Università di Perugia, il concorso per il prof di Otorinolaringoiatria è da rifare

di Daniele Bovi
L’introduzione di nuovi criteri di calcolo dopo la conoscenza dei profili dei candidati viola i principi di trasparenza e imparzialità. È questo il punto chiave della sentenza con la quale, nelle scorse ore, il Tar dell’Umbria ha annullato gli esiti del concorso attraverso il quale, nel 2024, Giampietro Ricci è stato scelto come professore ordinario di Otorinolaringoiatria dell’Università di Perugia. Professor Ricci che è anche primario del reparto dell’ospedale Santa Maria della misericordia di Perugia, a direzione universitaria. A presentare il ricorso è stato il professor Adelchi Croce, che insegna all’Università di Chieti-Pescara.
Un nuovo criterio Al centro della vicenda c’è il meccanismo con cui la commissione esaminatrice ha valutato i candidati. In base ai punteggi iniziali, calcolati secondo i criteri stabiliti all’avvio della procedura, il professor Croce risultava in vantaggio con 574,4 punti contro i 523,5 attribuiti a Ricci. A valutazione ormai conclusa, però, la commissione ha deciso di introdurre un nuovo sistema di calcolo, definito «riparametrazione», che ha modificato il risultato finale. Questo sistema ha trasformato i punteggi assoluti in valori percentuali, assegnando il massimo a chi risultava migliore in ciascun parametro e ridimensionando il punteggio dell’altro candidato in base alla distanza. L’effetto è stato quello di ribaltare la graduatoria: Ricci è salito a 55 punti, mentre Croce è sceso a 49, risultando così secondo.
Il punto chiave Secondo i giudici amministrativi, il punto decisivo è proprio il momento in cui questo criterio è stato introdotto. La commissione lo ha adottato dopo aver già esaminato i curricula e conosciuto i risultati preliminari. Una scelta che, per il tribunale, compromette la correttezza della procedura. «La commissione – si legge nella sentenza – ha operato in palese violazione dell’imparzialità e della trasparenza», intervenendo sui punteggi «dopo aver concluso l’esame dei profili dei candidati». Il Tribunale ha chiarito che i criteri devono essere fissati prima di conoscere i candidati, in modo da evitare qualsiasi possibile adattamento delle regole ai profili in gara. L’introduzione successiva di un nuovo metodo di calcolo è stata quindi considerata illegittima, anche perché in grado di incidere in modo decisivo sull’esito finale.

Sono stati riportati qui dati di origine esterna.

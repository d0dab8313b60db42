// Emits one SQL query that computes a data summary of a table in the fixed
// form of POST /v1/comparisons and /v1/searches (data.summary): rows, means
// and centred cross products of the listed columns, optionally weighted.
//   npx tsx scripts/summary-sql.ts TABLE COL1 COL2 ... [--weight W]
// Means are formed first in a CTE, then sums of products of deviations
// from them. The one-pass SUM(x*y) - n*AVG(x)*AVG(y) form is not used: with
// means large against spreads (a kiln temperature of ~1200 °C varying by a
// few degrees) it subtracts two nearly equal numbers and loses most digits,
// while deviations from the mean keep them (Chan, Golub & LeVeque 1983).
// Rows with a NULL in any listed column are left out (common rows). Plain
// ANSI SQL with double precision; runs on PostgreSQL and most engines.
// The result is one row: rows, then mean_<i>, then cp_<i>_<j> for i <= j.

import { pathToFileURL } from 'node:url';

export function quoteIdentifier(name: string): string {
  return `"${name.replace(/"/g, '""')}"`;
}

/** `table` may be schema-qualified as ["schema", "table"]. */
export function summarySql(table: string | string[], columns: string[], weight?: string): string {
  if (columns.length === 0) throw new Error('at least one column');
  const from = (Array.isArray(table) ? table : [table]).map(quoteIdentifier).join('.');
  const q = columns.map(quoteIdentifier);
  const w = weight === undefined ? null : quoteIdentifier(weight);
  const used = [...q, ...(w ? [w] : [])];
  const notNull = used.map((c) => `${c} IS NOT NULL`).join(' AND ');
  const val = (i: number) => `CAST(${q[i]} AS DOUBLE PRECISION)`;
  const weightExpr = w ? `CAST(${w} AS DOUBLE PRECISION)` : null;
  const means = columns
    .map((_, i) => (weightExpr ? `SUM(${weightExpr} * ${val(i)}) / SUM(${weightExpr}) AS m${i}` : `AVG(${val(i)}) AS m${i}`))
    .join(',\n    ');
  const sums: string[] = [];
  for (let i = 0; i < columns.length; i++) {
    for (let j = i; j < columns.length; j++) {
      const product = `(${val(i)} - m.m${i}) * (${val(j)} - m.m${j})`;
      sums.push(`SUM(${weightExpr ? `${weightExpr} * ` : ''}${product}) AS cp_${i}_${j}`);
    }
  }
  const weightCols = weightExpr ? `,\n  SUM(${weightExpr}) AS weight_sum,\n  SUM(LN(${weightExpr})) AS weight_sum_log` : '';
  return `WITH kept AS (
  SELECT * FROM ${from} WHERE ${notNull}
), m AS (
  SELECT
    ${means}
  FROM kept
)
SELECT
  COUNT(*) AS rows${weightCols},
  ${columns.map((_, i) => `MAX(m.m${i}) AS mean_${i}`).join(',\n  ')},
  ${sums.join(',\n  ')}
FROM kept CROSS JOIN m;
`;
}

/** The fixed summary form from the query's one result row. */
export function summaryFromRow(row: Record<string, unknown>, columns: string[], weighted: boolean) {
  const num = (k: string) => Number(row[k]);
  const p = columns.length;
  const cross = Array.from({ length: p }, (_, i) => Array.from({ length: p }, (_, j) => num(`cp_${Math.min(i, j)}_${Math.max(i, j)}`)));
  return {
    rows: num('rows'),
    columns: [...columns],
    means: columns.map((_, i) => num(`mean_${i}`)),
    centredCrossProducts: cross,
    ...(weighted ? { weights: { sum: num('weight_sum'), sumLog: num('weight_sum_log') } } : {}),
  };
}

if (import.meta.url === pathToFileURL(process.argv[1] ?? '').href) {
  const args = process.argv.slice(2);
  const wi = args.indexOf('--weight');
  const weight = wi >= 0 ? args[wi + 1] : undefined;
  const rest = wi >= 0 ? [...args.slice(0, wi), ...args.slice(wi + 2)] : args;
  const [table, ...columns] = rest;
  if (!table || columns.length === 0) {
    process.stderr.write('usage: tsx scripts/summary-sql.ts TABLE COLUMN... [--weight COLUMN]\n');
    process.exit(2);
  }
  process.stdout.write(summarySql(table.includes('.') ? table.split('.') : table, columns, weight));
}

Gli effetti La sentenza evidenzia anche gli effetti concreti prodotti dalla riparametrazione. In alcuni casi, differenze contenute sono state amplificate, mentre scarti più ampi sono stati ridotti. Un esempio riguarda la valutazione degli studenti: il professor Ricci ha ottenuto il punteggio massimo grazie a tre attestazioni presentate, mentre Croce ha ricevuto zero punti, non avendo prodotto documentazione su un aspetto che non era espressamente richiesto dal bando. Un elemento che, ovviamente, ha inciso in modo determinante sul risultato complessivo.
I titoli Il ricorso presentato da Croce conteneva anche altre contestazioni legate alla valutazione dei titoli. Tra queste, la mancata considerazione di parte dell’attività didattica svolta, la sottovalutazione dell’anzianità di servizio come professore ordinario e il peso attribuito all’attività clinica. Questioni che la magistratura amministrativa non ha esaminato nel dettaglio, ritenendo sufficiente il vizio principale per annullare l’intera procedura. Respinte invece altre censure relative all’uso dei criteri ministeriali di riferimento e al ruolo dell’università nella definizione delle regole di valutazione, ritenuti legittimi.
Nuova valutazione Nel corso del giudizio, anche il professor Ricci aveva presentato un ricorso per contestare alcuni aspetti della propria valutazione, sostenendo tra l’altro una maggiore rilevanza della sua attività gestionale e una produzione scientifica più consistente. Il ricorso è stato però dichiarato improcedibile, in quanto l’annullamento dell’intera selezione ha reso superfluo esaminarlo. L’Università dovrà ora ripetere la valutazione affidandola a una nuova commissione, che dovrà stabilire i criteri prima di esaminare i candidati.